GOAL OF THE EXERCISE - An identical copy of all the entries is the required result.

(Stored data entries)
- Opening Delimiter -
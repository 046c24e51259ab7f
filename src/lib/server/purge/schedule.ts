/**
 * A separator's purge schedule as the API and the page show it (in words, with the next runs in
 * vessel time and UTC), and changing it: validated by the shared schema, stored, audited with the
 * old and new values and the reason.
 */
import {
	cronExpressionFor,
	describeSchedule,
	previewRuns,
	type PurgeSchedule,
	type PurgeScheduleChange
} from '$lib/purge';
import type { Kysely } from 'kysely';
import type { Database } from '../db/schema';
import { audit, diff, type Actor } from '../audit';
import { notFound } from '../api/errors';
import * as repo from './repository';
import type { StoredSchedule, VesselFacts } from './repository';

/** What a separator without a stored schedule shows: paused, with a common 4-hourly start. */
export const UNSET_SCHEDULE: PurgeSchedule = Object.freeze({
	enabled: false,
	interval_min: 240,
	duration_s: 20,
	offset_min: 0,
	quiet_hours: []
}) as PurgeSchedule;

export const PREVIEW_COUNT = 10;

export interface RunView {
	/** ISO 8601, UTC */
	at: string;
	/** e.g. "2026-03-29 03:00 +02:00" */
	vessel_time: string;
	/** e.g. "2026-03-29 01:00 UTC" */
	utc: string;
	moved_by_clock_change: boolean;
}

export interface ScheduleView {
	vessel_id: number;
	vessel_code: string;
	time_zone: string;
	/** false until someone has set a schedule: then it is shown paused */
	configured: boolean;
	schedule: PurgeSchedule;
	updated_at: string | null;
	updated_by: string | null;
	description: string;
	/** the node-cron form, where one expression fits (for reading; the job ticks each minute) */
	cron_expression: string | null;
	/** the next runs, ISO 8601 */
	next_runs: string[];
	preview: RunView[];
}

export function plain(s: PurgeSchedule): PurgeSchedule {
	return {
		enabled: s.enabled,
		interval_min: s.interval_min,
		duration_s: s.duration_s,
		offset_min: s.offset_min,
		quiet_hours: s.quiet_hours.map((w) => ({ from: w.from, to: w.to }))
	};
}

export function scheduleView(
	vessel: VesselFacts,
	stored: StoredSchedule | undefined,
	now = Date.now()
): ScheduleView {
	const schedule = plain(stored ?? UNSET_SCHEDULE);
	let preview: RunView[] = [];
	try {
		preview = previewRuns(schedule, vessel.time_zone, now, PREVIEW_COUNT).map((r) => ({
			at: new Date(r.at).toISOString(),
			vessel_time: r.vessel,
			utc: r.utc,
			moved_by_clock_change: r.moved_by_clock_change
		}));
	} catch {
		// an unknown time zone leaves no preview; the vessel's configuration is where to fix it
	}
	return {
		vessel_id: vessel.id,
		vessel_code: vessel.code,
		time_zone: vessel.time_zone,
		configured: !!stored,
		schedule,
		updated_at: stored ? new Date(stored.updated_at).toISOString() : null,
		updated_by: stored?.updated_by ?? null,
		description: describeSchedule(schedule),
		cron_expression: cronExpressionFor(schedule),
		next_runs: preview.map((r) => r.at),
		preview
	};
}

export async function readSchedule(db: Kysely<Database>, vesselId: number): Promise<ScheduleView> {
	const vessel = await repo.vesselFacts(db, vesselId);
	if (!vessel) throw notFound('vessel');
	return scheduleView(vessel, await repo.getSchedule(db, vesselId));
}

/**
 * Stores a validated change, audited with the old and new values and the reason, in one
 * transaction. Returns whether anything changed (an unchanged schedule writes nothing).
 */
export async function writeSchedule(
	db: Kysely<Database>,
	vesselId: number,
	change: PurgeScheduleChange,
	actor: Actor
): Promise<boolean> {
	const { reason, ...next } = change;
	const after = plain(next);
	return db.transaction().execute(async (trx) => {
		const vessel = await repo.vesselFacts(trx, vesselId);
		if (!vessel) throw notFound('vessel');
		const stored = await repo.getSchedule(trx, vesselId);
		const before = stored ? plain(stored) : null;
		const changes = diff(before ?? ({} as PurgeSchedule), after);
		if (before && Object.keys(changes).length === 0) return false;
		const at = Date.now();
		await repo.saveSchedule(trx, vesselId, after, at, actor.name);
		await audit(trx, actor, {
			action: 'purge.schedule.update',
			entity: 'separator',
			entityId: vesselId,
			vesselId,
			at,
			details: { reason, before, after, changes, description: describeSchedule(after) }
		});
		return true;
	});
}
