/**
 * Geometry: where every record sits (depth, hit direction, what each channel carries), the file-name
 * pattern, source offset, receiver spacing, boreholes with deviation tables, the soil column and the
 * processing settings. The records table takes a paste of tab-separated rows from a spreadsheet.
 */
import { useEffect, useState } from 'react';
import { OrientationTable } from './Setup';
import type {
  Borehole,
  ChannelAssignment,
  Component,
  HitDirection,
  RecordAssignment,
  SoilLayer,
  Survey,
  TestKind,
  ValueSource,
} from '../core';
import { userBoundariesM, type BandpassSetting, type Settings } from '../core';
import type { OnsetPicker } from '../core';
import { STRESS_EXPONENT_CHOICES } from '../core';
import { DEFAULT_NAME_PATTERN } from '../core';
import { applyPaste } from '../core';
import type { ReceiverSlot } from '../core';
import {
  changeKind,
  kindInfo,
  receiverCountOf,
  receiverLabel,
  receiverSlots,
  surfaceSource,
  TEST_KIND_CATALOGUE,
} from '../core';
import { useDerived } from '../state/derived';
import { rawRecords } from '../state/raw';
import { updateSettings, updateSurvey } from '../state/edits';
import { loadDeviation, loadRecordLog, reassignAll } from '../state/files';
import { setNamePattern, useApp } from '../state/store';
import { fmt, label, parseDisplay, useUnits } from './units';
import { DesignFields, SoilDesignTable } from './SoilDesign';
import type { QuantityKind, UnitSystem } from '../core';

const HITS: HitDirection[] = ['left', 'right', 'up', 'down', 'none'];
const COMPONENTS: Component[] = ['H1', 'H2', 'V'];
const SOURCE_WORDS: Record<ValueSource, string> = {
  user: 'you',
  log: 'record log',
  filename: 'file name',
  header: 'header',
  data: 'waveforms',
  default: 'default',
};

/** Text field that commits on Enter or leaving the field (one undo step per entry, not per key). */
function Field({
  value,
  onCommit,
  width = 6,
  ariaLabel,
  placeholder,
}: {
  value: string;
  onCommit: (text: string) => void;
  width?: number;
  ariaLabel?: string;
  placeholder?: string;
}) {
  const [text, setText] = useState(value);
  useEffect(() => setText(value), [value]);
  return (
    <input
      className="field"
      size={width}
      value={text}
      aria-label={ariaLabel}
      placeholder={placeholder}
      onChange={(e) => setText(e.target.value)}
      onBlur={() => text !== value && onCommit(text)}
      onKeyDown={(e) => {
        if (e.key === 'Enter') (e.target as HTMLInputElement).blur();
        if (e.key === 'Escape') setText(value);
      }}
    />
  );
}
- Closing Delimiter -
REPLY TO THE EXERCISE -
repository 046c24e51259ab7f
filename src/lib/server/purge/schedule.ts
/**
 * A separator's purge schedule as the API and the page show it (in words, with the next runs in
 * vessel time and UTC), and changing it: validated by the shared schema, stored, audited with the
 * old and new values and the reason.
 */
import {
	cronExpressionFor,
	describeSchedule,
	previewRuns,
	type PurgeSchedule,
	type PurgeScheduleChange
} from '$lib/purge';
import type { Kysely } from 'kysely';
import type { Database } from '../db/schema';
import { audit, diff, type Actor } from '../audit';
import { notFound } from '../api/errors';
import * as repo from './repository';
import type { StoredSchedule, VesselFacts } from './repository';

/** What a separator without a stored schedule shows: paused, with a common 4-hourly start. */
export const UNSET_SCHEDULE: PurgeSchedule = Object.freeze({
	enabled: false,
	interval_min: 240,
	duration_s: 20,
	offset_min: 0,
	quiet_hours: []
}) as PurgeSchedule;

export const PREVIEW_COUNT = 10;

export interface RunView {
	/** ISO 8601, UTC */
	at: string;
	/** e.g. "2026-03-29 03:00 +02:00" */
	vessel_time: string;
	/** e.g. "2026-03-29 01:00 UTC" */
	utc: string;
	moved_by_clock_change: boolean;
}

export interface ScheduleView {
	vessel_id: number;
	vessel_code: string;
	time_zone: string;
	/** false until someone has set a schedule: then it is shown paused */
	configured: boolean;
	schedule: PurgeSchedule;
	updated_at: string | null;
	updated_by: string | null;
	description: string;
	/** the node-cron form, where one expression fits (for reading; the job ticks each minute) */
	cron_expression: string | null;
	/** the next runs, ISO 8601 */
	next_runs: string[];
	preview: RunView[];
}

export function plain(s: PurgeSchedule): PurgeSchedule {
	return {
		enabled: s.enabled,
		interval_min: s.interval_min,
		duration_s: s.duration_s,
		offset_min: s.offset_min,
		quiet_hours: s.quiet_hours.map((w) => ({ from: w.from, to: w.to }))
	};
}

export function scheduleView(
	vessel: VesselFacts,
	stored: StoredSchedule | undefined,
	now = Date.now()
): ScheduleView {
	const schedule = plain(stored ?? UNSET_SCHEDULE);
	let preview: RunView[] = [];
	try {
		preview = previewRuns(schedule, vessel.time_zone, now, PREVIEW_COUNT).map((r) => ({
			at: new Date(r.at).toISOString(),
			vessel_time: r.vessel,
			utc: r.utc,
			moved_by_clock_change: r.moved_by_clock_change
		}));
	} catch {
		// an unknown time zone leaves no preview; the vessel's configuration is where to fix it
	}
	return {
		vessel_id: vessel.id,
		vessel_code: vessel.code,
		time_zone: vessel.time_zone,
		configured: !!stored,
		schedule,
		updated_at: stored ? new Date(stored.updated_at).toISOString() : null,
		updated_by: stored?.updated_by ?? null,
		description: describeSchedule(schedule),
		cron_expression: cronExpressionFor(schedule),
		next_runs: preview.map((r) => r.at),
		preview
	};
}

export async function readSchedule(db: Kysely<Database>, vesselId: number): Promise<ScheduleView> {
	const vessel = await repo.vesselFacts(db, vesselId);
	if (!vessel) throw notFound('vessel');
	return scheduleView(vessel, await repo.getSchedule(db, vesselId));
}

/**
 * Stores a validated change, audited with the old and new values and the reason, in one
 * transaction. Returns whether anything changed (an unchanged schedule writes nothing).
 */
export async function writeSchedule(
	db: Kysely<Database>,
	vesselId: number,
	change: PurgeScheduleChange,
	actor: Actor
): Promise<boolean> {
	const { reason, ...next } = change;
	const after = plain(next);
	return db.transaction().execute(async (trx) => {
		const vessel = await repo.vesselFacts(trx, vesselId);
		if (!vessel) throw notFound('vessel');
		const stored = await repo.getSchedule(trx, vesselId);
		const before = stored ? plain(stored) : null;
		const changes = diff(before ?? ({} as PurgeSchedule), after);
		if (before && Object.keys(changes).length === 0) return false;
		const at = Date.now();
		await repo.saveSchedule(trx, vesselId, after, at, actor.name);
		await audit(trx, actor, {
			action: 'purge.schedule.update',
			entity: 'separator',
			entityId: vesselId,
			vesselId,
			at,
			details: { reason, before, after, changes, description: describeSchedule(after) }
		});
		return true;
	});
}
/**
 * Geometry: where every record sits (depth, hit direction, what each channel carries), the file-name
 * pattern, source offset, receiver spacing, boreholes with deviation tables, the soil column and the
 * processing settings. The records table takes a paste of tab-separated rows from a spreadsheet.
 */
import { useEffect, useState } from 'react';
import { OrientationTable } from './Setup';
import type {
  Borehole,
  ChannelAssignment,
  Component,
  HitDirection,
  RecordAssignment,
  SoilLayer,
  Survey,
  TestKind,
  ValueSource,
} from '../core';
import { userBoundariesM, type BandpassSetting, type Settings } from '../core';
import type { OnsetPicker } from '../core';
import { STRESS_EXPONENT_CHOICES } from '../core';
import { DEFAULT_NAME_PATTERN } from '../core';
import { applyPaste } from '../core';
import type { ReceiverSlot } from '../core';
import {
  changeKind,
  kindInfo,
  receiverCountOf,
  receiverLabel,
  receiverSlots,
  surfaceSource,
  TEST_KIND_CATALOGUE,
} from '../core';
import { useDerived } from '../state/derived';
import { rawRecords } from '../state/raw';
import { updateSettings, updateSurvey } from '../state/edits';
import { loadDeviation, loadRecordLog, reassignAll } from '../state/files';
import { setNamePattern, useApp } from '../state/store';
import { fmt, label, parseDisplay, useUnits } from './units';
import { DesignFields, SoilDesignTable } from './SoilDesign';
import type { QuantityKind, UnitSystem } from '../core';

const HITS: HitDirection[] = ['left', 'right', 'up', 'down', 'none'];
const COMPONENTS: Component[] = ['H1', 'H2', 'V'];
const SOURCE_WORDS: Record<ValueSource, string> = {
  user: 'you',
  log: 'record log',
  filename: 'file name',
  header: 'header',
  data: 'waveforms',
  default: 'default',
};

/** Text field that commits on Enter or leaving the field (one undo step per entry, not per key). */
function Field({
  value,
  onCommit,
  width = 6,
  ariaLabel,
  placeholder,
}: {
  value: string;
  onCommit: (text: string) => void;
  width?: number;
  ariaLabel?: string;
  placeholder?: string;
}) {
  const [text, setText] = useState(value);
  useEffect(() => setText(value), [value]);
  return (
    <input
      className="field"
      size={width}
      value={text}
      aria-label={ariaLabel}
      placeholder={placeholder}
      onChange={(e) => setText(e.target.value)}
      onBlur={() => text !== value && onCommit(text)}
      onKeyDown={(e) => {
        if (e.key === 'Enter') (e.target as HTMLInputElement).blur();
        if (e.key === 'Escape') setText(value);
      }}
    />
  );
}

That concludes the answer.